Try It: DataCamp - Merge Two DataFrames
In the exercise below, you are given two DataFrames:
HOME ID | DIVISION | KWH |
---|---|---|
10460 | Pacific | 3491.900 |
10787 | East North Central | 6195.942 |
11055 | Mountain North | 6976.000 |
14870 | Pacific | 10979.658 |
12200 | Mountain South | 19472.628 |
12228 | South Atlantic | 23645.160 |
10934 | East South Central | 19123.754 |
10731 | Middle Atlantic | 3982.231 |
13623 | East North Central | 9457.710 |
12524 | Pacific | 15199.859 |
HOME ID | CLIMATE | TOTAL SQUARE FEET |
---|---|---|
13623 | Cold/Very Cold | 1881 |
11055 | Cold/Very Cold | 2455 |
10460 | Marine | 800 |
12200 | Hot-Dry/Mixed-Dry | 3800 |
12524 | Marine | 1110 |
10332 | Hot-Dry/Mixed-Dry | 1630 |
12106 | Cold/Very Cold | 5184 |
11718 | Mixed-Humid | 1812 |
14500 | Marine | 2195 |
13193 | Marine | 847 |
* Data Source: Residential Energy Consumption Survey (RECS)(link is external), U.S. Energy Information Administration (accessed Nov. 15th, 2021)
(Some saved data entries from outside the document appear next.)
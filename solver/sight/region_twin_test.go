package sight_test

import (
	"context"
	"math"
	"slices"
	"testing"

	"pgregory.net/rapid"

	"enfilade/solver/arrange"
	"enfilade/solver/exact"
	"enfilade/solver/mesh"
	"enfilade/solver/plan"
	"enfilade/solver/plantest"
	"enfilade/solver/sight"
)

// tangles are the generators of small degenerate plans.
var tangles = map[string]*rapid.Generator[*plan.Plan]{
	"tangles": plantest.Tangles(), "specks": plantest.Specks(), "lines": plantest.Lines(),
}

// graphAndMesh returns the rounded graph of a plan and the mesh over it.
func graphAndMesh(t interface{ Fatal(...any) }, p *plan.Plan) (*arrange.Graph, *mesh.Mesh) {
	o, _ := arrange.Draw(p)
	g := arrange.Round(o)
	m, err := arrange.Build(context.Background(), g)
	if err != nil {
		t.Fatal(err)
	}
	return g, m
}

// places returns every place at which a plan is worth looking from: its marks, the points of its graph and the middles of
// its edges as far as they lie on the grid.
func places(p *plan.Plan, g *arrange.Graph) []exact.Pt {
	var at []exact.Pt
	for _, o := range p.Observers() {
		at = append(at, o.At)
	}
	for _, t := range p.Targets() {
		at = append(at, t.At)
	}
	at = append(at, g.Pts...)
	for _, e := range g.Edges {
		a, b := g.Pts[e.A], g.Pts[e.B]
		if (a.X+b.X)%2 == 0 && (a.Y+b.Y)%2 == 0 {
			at = append(at, exact.Pt{X: (a.X + b.X) / 2, Y: (a.Y + b.Y) / 2})
		}
	}
	slices.SortFunc(at, exact.Pt.Compare)
	return slices.Compact(at)
}

var heights = rapid.SampledFrom([]int32{16000, 9000, 17000, 19000})

func near(a, b float64) bool { return math.Abs(a-b) <= 1e-9*math.Max(math.Abs(a), math.Abs(b)) }

// TestRegionAgainstTwin holds the fast region against the slow exact one on plans full of degeneracies, from eyes on
// faces, ends, corners and crossings: area, border by kind, and the ring corner by corner.
func TestRegionAgainstTwin(t *testing.T) {
	for name, plans := range tangles {
		t.Run(name, rapid.MakeCheck(func(t *rapid.T) {
			p := plans.Draw(t, "plan")
			t.Log(plantest.Text(p))
			g, m := graphAndMesh(t, p)
			twin, fast := plantest.NewTwin(g), sight.New(m)
			at := places(p, g)
			height := heights.Draw(t, "height")
			for range 4 {
				eye := at[rapid.IntRange(0, len(at)-1).Draw(t, "eye")]
				t.Logf("eye %v, height %v", eye, height)
				got, err := fast.Region(eye, height)
				want := twin.Region(eye, height)
				if (err != nil) != want.Empty() {
					t.Fatalf("fast says %v, the twin's region is empty: %v", err, want.Empty())
				}
				if err == nil {
					sameRegion(t, got, want)
				}
			}
		}))
	}
}

func sameRegion(t *rapid.T, got *sight.Region, want *plantest.Region) {
	l := got.Lengths()
	if !near(got.Area(), want.Area()) || !near(l[sight.Wall], want.WallLength()) || !near(l[sight.Occluding], want.OccludingLength()) {
		t.Errorf("area, wall, occluding: %v %v %v, want %v %v %v", got.Area(), l[sight.Wall], l[sight.Occluding],
			want.Area(), want.WallLength(), want.OccludingLength())
	}
	exactly, _ := want.ExactArea().Float64()
	if !near(exactly, want.Area()) {
		t.Errorf("the twin's area %v, exactly %v", want.Area(), exactly)
	}
	var fast, slow []corner
	for i := range got.Len() {
		x, y := got.Point(i)
		fast = append(fast, corner{x, y, got.Kind(i) == sight.Wall})
	}
	for _, p := range want.Ring() {
		x, y := p.A.Float()
		slow = append(slow, corner{x, y, p.Wall})
	}
	if !sameRing(fast, slow) {
		t.Errorf("ring %v, want %v", fast, slow)
	}
}

// corner is a corner of a ring, and whether the piece that begins there is wall.
type corner struct {
	x, y float64
	wall bool
}

// sameRing reports whether two rings run through the same corners, wherever they begin.
func sameRing(a, b []corner) bool {
	if len(a) != len(b) {
		return false
	}
	for shift := range a {
		ok := true
		for i, p := range a {
			q := b[(i+shift)%len(b)]
			ok = ok && math.Abs(p.x-q.x) < 1e-6 && math.Abs(p.y-q.y) < 1e-6 && p.wall == q.wall
		}
		if ok {
			return true
		}
	}
	return false
}

// TestSeesAgainstTwin asks both solvers who sees whom, for every pair of a few places.
func TestSeesAgainstTwin(t *testing.T) {
	for name, plans := range tangles {
		t.Run(name, rapid.MakeCheck(func(t *rapid.T) {
			p := plans.Draw(t, "plan")
			t.Log(plantest.Text(p))
			g, m := graphAndMesh(t, p)
			twin, fast := plantest.NewTwin(g), sight.New(m)
			at := places(p, g)
			height := heights.Draw(t, "height")
			var some []exact.Pt
			for range 5 {
				some = append(some, at[rapid.IntRange(0, len(at)-1).Draw(t, "place")])
			}
			for _, a := range some {
				r := twin.Region(a, height)
				for _, b := range some {
					got, want := fast.Sees(a, b, height), r.Holds(b)
					if got != want {
						t.Errorf("height %v: %v sees %v: %v, want %v", height, a, b, got, want)
					}
					if back := twin.Sees(b, a, height); back != want {
						t.Errorf("height %v: %v sees %v: %v, but the other way %v", height, a, b, want, back)
					}
				}
			}
		}))
	}
}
Note that these two DataFrames share some of the same cases, identified by "HOME ID" (a numeric idenifier unique to each home). In the exercise below, start by seeing what happens when you perform an 'inner' merge:
How does the resulting DataFrame change when you peform an 'outer' merge? A 'left' merge? A 'right' merge? Pay attention to which rows are kept and where NA values are inserted.